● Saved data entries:
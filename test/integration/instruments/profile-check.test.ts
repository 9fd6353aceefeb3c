/**
 * The profile checker against the simulated bench over TCP on 127.0.0.1, with
 * instruments told not to know some headers (they queue −113 "Undefined
 * header", SCPI-1999 Vol. 2 error list, recalled from memory): the checker
 * names exactly those operations, with that code, and accepts every other;
 * a generator's output is never on above the user's maximum and is off at the
 * end. The CLI (`rolloff profile list | show | new | check`) over the same.
 */
import { execFile } from 'node:child_process';
import { mkdtempSync, readFileSync, rmSync } from 'node:fs';
import { tmpdir } from 'node:os';
import { join } from 'node:path';
import { promisify } from 'node:util';
import { afterAll, afterEach, beforeAll, describe, expect, it } from 'vitest';
import { startSimulatedBench, type SimulatedBench } from '../../../app/sim';
import { builtInProfiles, checkProfile, type Profile } from '../../../app/bench';
import type { GeneratorSettings } from '../../../app/sim/sim-generator';
import { TEST_DESIGN_JSON } from './bench-scenario';

const run = promisify(execFile);
const BIN = join(__dirname, '../../../app/cli/bin.mjs');
const shipped = (id: string): Profile => builtInProfiles().find((p) => p.id === id)!;
const notAccepted = (report: Awaited<ReturnType<typeof checkProfile>>) => report.checks.filter((c) => c.outcome !== 'accepted').map((c) => c.operation);

describe('profile checker against the simulated bench', () => {
  let bench: SimulatedBench;
  let folder: string;
  beforeAll(async () => {
    bench = await startSimulatedBench({ design: TEST_DESIGN_JSON, tcpPort: 0, timeScale: 10 });
    folder = mkdtempSync(join(tmpdir(), 'rolloff-profile-check-'));
  });
  afterAll(async () => {
    await bench?.stop();
    rmSync(folder, { recursive: true, force: true });
  });
  afterEach(async () => {
    await bench.setFault('all', null);
  });

  it('accepts every operation of each shipped profile on the instrument that speaks it', async () => {
    for (const role of ['generator', 'meter', 'scope'] as const) {
      const report = await checkProfile(bench.addresses[role], shipped(`scpi-${role}`), { maxStimulusVpp: 1 });
      expect(notAccepted(report), role).toEqual([]);
      expect(report.checks.every((c) => c.replyMs >= 0)).toBe(true);
    }
  });

  it('names exactly the scope operations whose headers the instrument does not know, with -113', async () => {
    await bench.setFault('scope', { kind: 'unknown-headers', headers: ['INPut#[:STATe]', 'TRACe:SCALing?'] });
    const report = await checkProfile(bench.addresses.scope, shipped('scpi-scope'), { timeoutS: 0.5 });
    // waveformBoth holds TRACe:SCALing? too, so the instrument cannot answer it in the form the profile expects.
    expect(notAccepted(report)).toEqual(['channelOn (channel 1)', 'channelOn (channel 2)', 'waveformScaling (channel 1)', 'waveformScaling (channel 2)', 'waveformBoth']);
    for (const check of report.checks.filter((c) => c.operation.startsWith('channelOn') || c.operation.startsWith('waveformScaling'))) {
      expect(check).toMatchObject({ outcome: 'refused', errorCode: -113 });
      expect(check.errorMessage).toMatch(/^Undefined header/);
    }
  });

  it('names exactly the meter operations refused', async () => {
    await bench.setFault('meter', { kind: 'unknown-headers', headers: ['[SENSe]:VOLTage:AC:APERture'] });
    const report = await checkProfile(bench.addresses.meter, shipped('scpi-meter'), { timeoutS: 0.5 });
    expect(notAccepted(report)).toEqual(['integration']);
    expect(report.checks.find((c) => c.operation === 'integration')).toMatchObject({ outcome: 'refused', errorCode: -113 });
  });

  it('a generator check never has the output on above the maximum, names the refused operation, and leaves the output off', async () => {
    const held: GeneratorSettings[] = [];
    const stop = bench.generator.onChange((state) => held.push({ ...state }));
    try {
      await bench.setFault('generator', { kind: 'unknown-headers', headers: ['[SOURce]:FREQuency[:CW]?'] });
      const report = await checkProfile(bench.addresses.generator, shipped('scpi-generator'), { maxStimulusVpp: 0.5, timeoutS: 0.5 });
      expect(notAccepted(report)).toEqual(['readFrequency']);
      expect(report.checks.find((c) => c.operation === 'readFrequency')).toMatchObject({ outcome: 'refused', errorCode: -113 });
      // What the simulated generator held, never anything above 0.5 Vpp open circuit while on; off at the end.
      for (const state of held.filter((s) => s.on)) expect(state.amplitudeVpp + 2 * Math.abs(state.offsetV)).toBeLessThanOrEqual(0.5);
      expect(held.some((s) => s.on)).toBe(true); // outputOn was checked…
      expect(bench.generator.held.on).toBe(false); // …and switched off again
    } finally {
      stop();
    }
  });

  it('leaves the output off when the instrument stops answering mid-check', async () => {
    await bench.setFault('generator', { kind: 'unknown-headers', headers: ['OUTPut[:STATe]'] });
    const report = await checkProfile(bench.addresses.generator, shipped('scpi-generator'), { maxStimulusVpp: 0.5 });
    expect(report.checks.find((c) => c.operation === 'outputOff')).toMatchObject({ outcome: 'refused', errorCode: -113 });
    expect(bench.generator.held.on).toBe(false);
  });

  it('refuses to check a generator without a maximum stimulus', async () => {
    await expect(checkProfile(bench.addresses.generator, shipped('scpi-generator'))).rejects.toThrow(/maxStimulusVpp/);
  });

  it('CLI: profile new writes a user profile to --profile-dir, list shows it, check names the refused operations and exits 3', async () => {
    const made = await run(process.execPath, [BIN, 'profile', 'new', 'lab-scope', '--based-on', 'scpi-scope', '--profile-dir', folder]);
    expect(made.stdout).toContain(join(folder, 'lab-scope.json'));
    expect(JSON.parse(readFileSync(join(folder, 'lab-scope.json'), 'utf8')).operations.waveformData).toBe('TRACe:DATA? CH{channel}');
    const listed = await run(process.execPath, [BIN, 'profile', 'list', '--profile-dir', folder]);
    expect(listed.stdout).toMatch(/lab-scope\s+scope\s+yours/);
    const shown = await run(process.execPath, [BIN, 'profile', 'show', 'scpi-meter']);
    expect(JSON.parse(shown.stdout).id).toBe('scpi-meter');
    await bench.setFault('scope', { kind: 'unknown-headers', headers: ['SENSe:SWEep:TIME'] });
    const checked = await run(process.execPath, [BIN, 'profile', 'check', bench.addresses.scope, '--profile', 'lab-scope', '--profile-dir', folder, '--timeout', '1']).catch((e) => e);
    expect(checked.code).toBe(3);
    expect(checked.stdout).toMatch(/timebase\s+[\d.]+ ms\s+refused -113,"Undefined header/);
    expect(checked.stdout).toMatch(/1 of \d+ not accepted/);
  });
});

● What you need to do: From the data above, say how many lines include "string", and write nothing but the number.

● Answer to this task: 2